Conversely, there also remains a possibility that the successful state and/or with a few economically powerful Western nations would decide to forgo this badge of honour to monopolise the vaccine market and hoard supplies for its own citizens. Unlike the first scenario, while it may not guarantee global appreciation, it will nonetheless be a validity of a state’s scientific and technological advancements. This will also mark a moral and normative shift in our strong rooted belief system in the fundamental values of universalism, as ‘some lives’ would be deemed more important or superior to ‘other lives’.
Efforts Towards a Vaccine to Fight COVID-19
Recently, more than thirty countries along with the UN, research centres and philanthropic organisations pledged USD 8 billion to fund development of the COVID-19 vaccine and research into the diagnosis and treatment of the disease. Historically, equity efforts to control the breakout of a human disease with a horizontal distribution of diagnostic and treatment kits have not always yielded desirable results. A very recent example of this is the AIDS epidemic. After the formation of a similar coalition of stakeholders in 2017, the world has still been unable to eradicate the AIDS virus along with a huge delay of treatment and supply kits reaching African hospitals from Europe and North America.

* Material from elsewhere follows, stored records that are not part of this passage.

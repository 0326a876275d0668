import type { EditionView } from './edition-view';
import type { DocumentProblem } from './problem';
import { isKeyRange, type LimitTable } from './table';
import { rowsOverlap } from './table-keys';

export function checkTable(table: LimitTable, pointer: string, view: EditionView): DocumentProblem[] {
  const name = `Table ${table.id}`;
  const columnNames = table.columns.map((column) => column.name);
  const problems: DocumentProblem[] = [];
  const report = (at: string, detail: string, fix: string) =>
    problems.push({ pointer: `${pointer}${at}`, detail: `${name}: ${detail}`, fix });

  table.keys.forEach((key, i) => {
    if (key !== 'sieve' && !view.attribute(key)) {
      report(
        `/keys/${i}`,
        `the key ${key} is not a known attribute.`,
        'Declare the attribute, or use sieve.',
      );
    }
    if (columnNames.includes(key) || table.keys.indexOf(key) !== i) {
      report(`/keys/${i}`, `the name ${key} is used twice.`, 'Give keys and columns names of their own.');
    }
  });
  columnNames.forEach((column, i) => {
    if (columnNames.indexOf(column) !== i) {
      report(`/columns/${i}`, `the column ${column} is given more than once.`, 'Remove one.');
    }
  });
  checkRows(table, view, report);
  return problems;
}

type Report = (at: string, detail: string, fix: string) => void;

function checkRows(table: LimitTable, view: EditionView, report: Report): void {
  const known = new Set([...table.keys, ...table.columns.map((column) => column.name)]);
  table.rows.forEach((row, i) => {
    for (const field of Object.keys(row)) {
      if (!known.has(field)) {
        report(
          `/rows/${i}/${field}`,
          `row ${i + 1} has ${field}, which is no key and no column.`,
          'Remove it.',
        );
      }
    }
    for (const key of table.keys) checkKeyCell(table, i, key, view, report);
    for (const column of table.columns) {
      if (isKeyRange(row[column.name])) {
        report(
          `/rows/${i}/${column.name}`,
          `row ${i + 1} has a range in the column ${column.name}.`,
          'Ranges belong in key columns; give a number here.',
        );
      }
    }
    const other = table.rows.findIndex((earlier, j) => j < i && rowsOverlap(table, earlier, row));
    if (other >= 0) {
      report(
        `/rows/${i}`,
        `rows ${other + 1} and ${i + 1} overlap: a mix could match both.`,
        'Change one of the ranges; from is included, below is not.',
      );
    }
  });
}

function checkKeyCell(table: LimitTable, i: number, key: string, view: EditionView, report: Report): void {
  const cell = table.rows[i]?.[key];
  const at = `/rows/${i}/${key}`;
  if (cell === undefined || cell === null || Array.isArray(cell)) {
    report(
      at,
      `row ${i + 1} has no value of the key ${key}.`,
      'Give one value or a range with from and below.',
    );
    return;
  }
  const isNumeric = key === 'sieve' || view.attribute(key)?.type === 'number';
  if (isKeyRange(cell)) {
    if (!isNumeric)
      report(at, `row ${i + 1} has a range of ${key}, which is not a number.`, 'Give one value.');
    if (cell.from !== undefined && cell.below !== undefined && cell.from >= cell.below) {
      report(at, `row ${i + 1} has a range whose from is not below its end.`, 'Swap from and below.');
    }
  } else if (isNumeric && !Number.isFinite(Number(cell))) {
    report(
      at,
      `row ${i + 1} has ${JSON.stringify(cell)} where a number belongs.`,
      'Give a number or a range.',
    );
  }
}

States like India, Israel, Netherlands, United Kingdom and United States have also been among those leading the charge in the hope of a significant breakthrough towards the discovery of the vaccine.
The Indian company, Serum Institute of India (SII), deserves mention as it currently remains the largest vaccine manufacturer in the world. It has partnered with Jennifer Institute at the University of Oxford, United Kingdom, and has already started manufacturing vaccines, being researched by the latter. Yet, experts have warned that the vaccine known as ‘ChAdOx1 nCoV-19’ which is still in the testing phase of human trails, is far from perfect. Adar Poonawalla, the chief executive officer of Serum Institute of India (SII), has however, defended the manufacture of the unsuccessful vaccine as being a ‘head start’, and simply a measure to ensure the availability of enough doses. In recent interviews, Mr Poonawalla has stated that the vaccine, albeit currently in the research stage, will sell for approximately Rs 1,000.
China remains an exception to this vaccine race. Should China become successful in being its victor and embarks on a program of distributing a successful vaccine at low or no cost to other countries – rather than re-instating its emergence of a power to reckon with in the 21st century – it will transform into a global exercise of correcting its international image since the breakout of the pandemic.
The Uncertainty of the Vaccine Race
Yet, hope towards a complete cure burdened with the provisions of international accessibility is simply not enough to convince the masses that the COVID-19 pandemic is fading away anytime soon. Therefore, this global race may ultimately be reduced to a game of watching.
Should we be successful in this race, it could further go on to provide credibility to the answer for an important question than pertains to the prevailing multi-polar international system: Will the vaccine for COVID-19 play into the developing narrative of seeing a shift of technological and scientific innovation from the Global North to the Global South? Or will the race simply re-instate the Cold War notion of the still prevalent Western world dominance?
(Aniruddha Saha was a Sir Evelyn de Rothschild and Dr. Duncan Anderson scholar while pursuing an MA in International Relations at the Department of War Studies, King’s College. He has previously worked with ORF, Centre for Studies in International Relations and Development (CSIRD), and the Indian Ministry of External Affairs. Currently, he is a doctoral student at King's College London. His PhD research looks at India-US nuclear relations using a constructivist perspective. This is an opinion piece, and the views expressed are the author’s own. The Quint neither endorses nor is responsible for them.)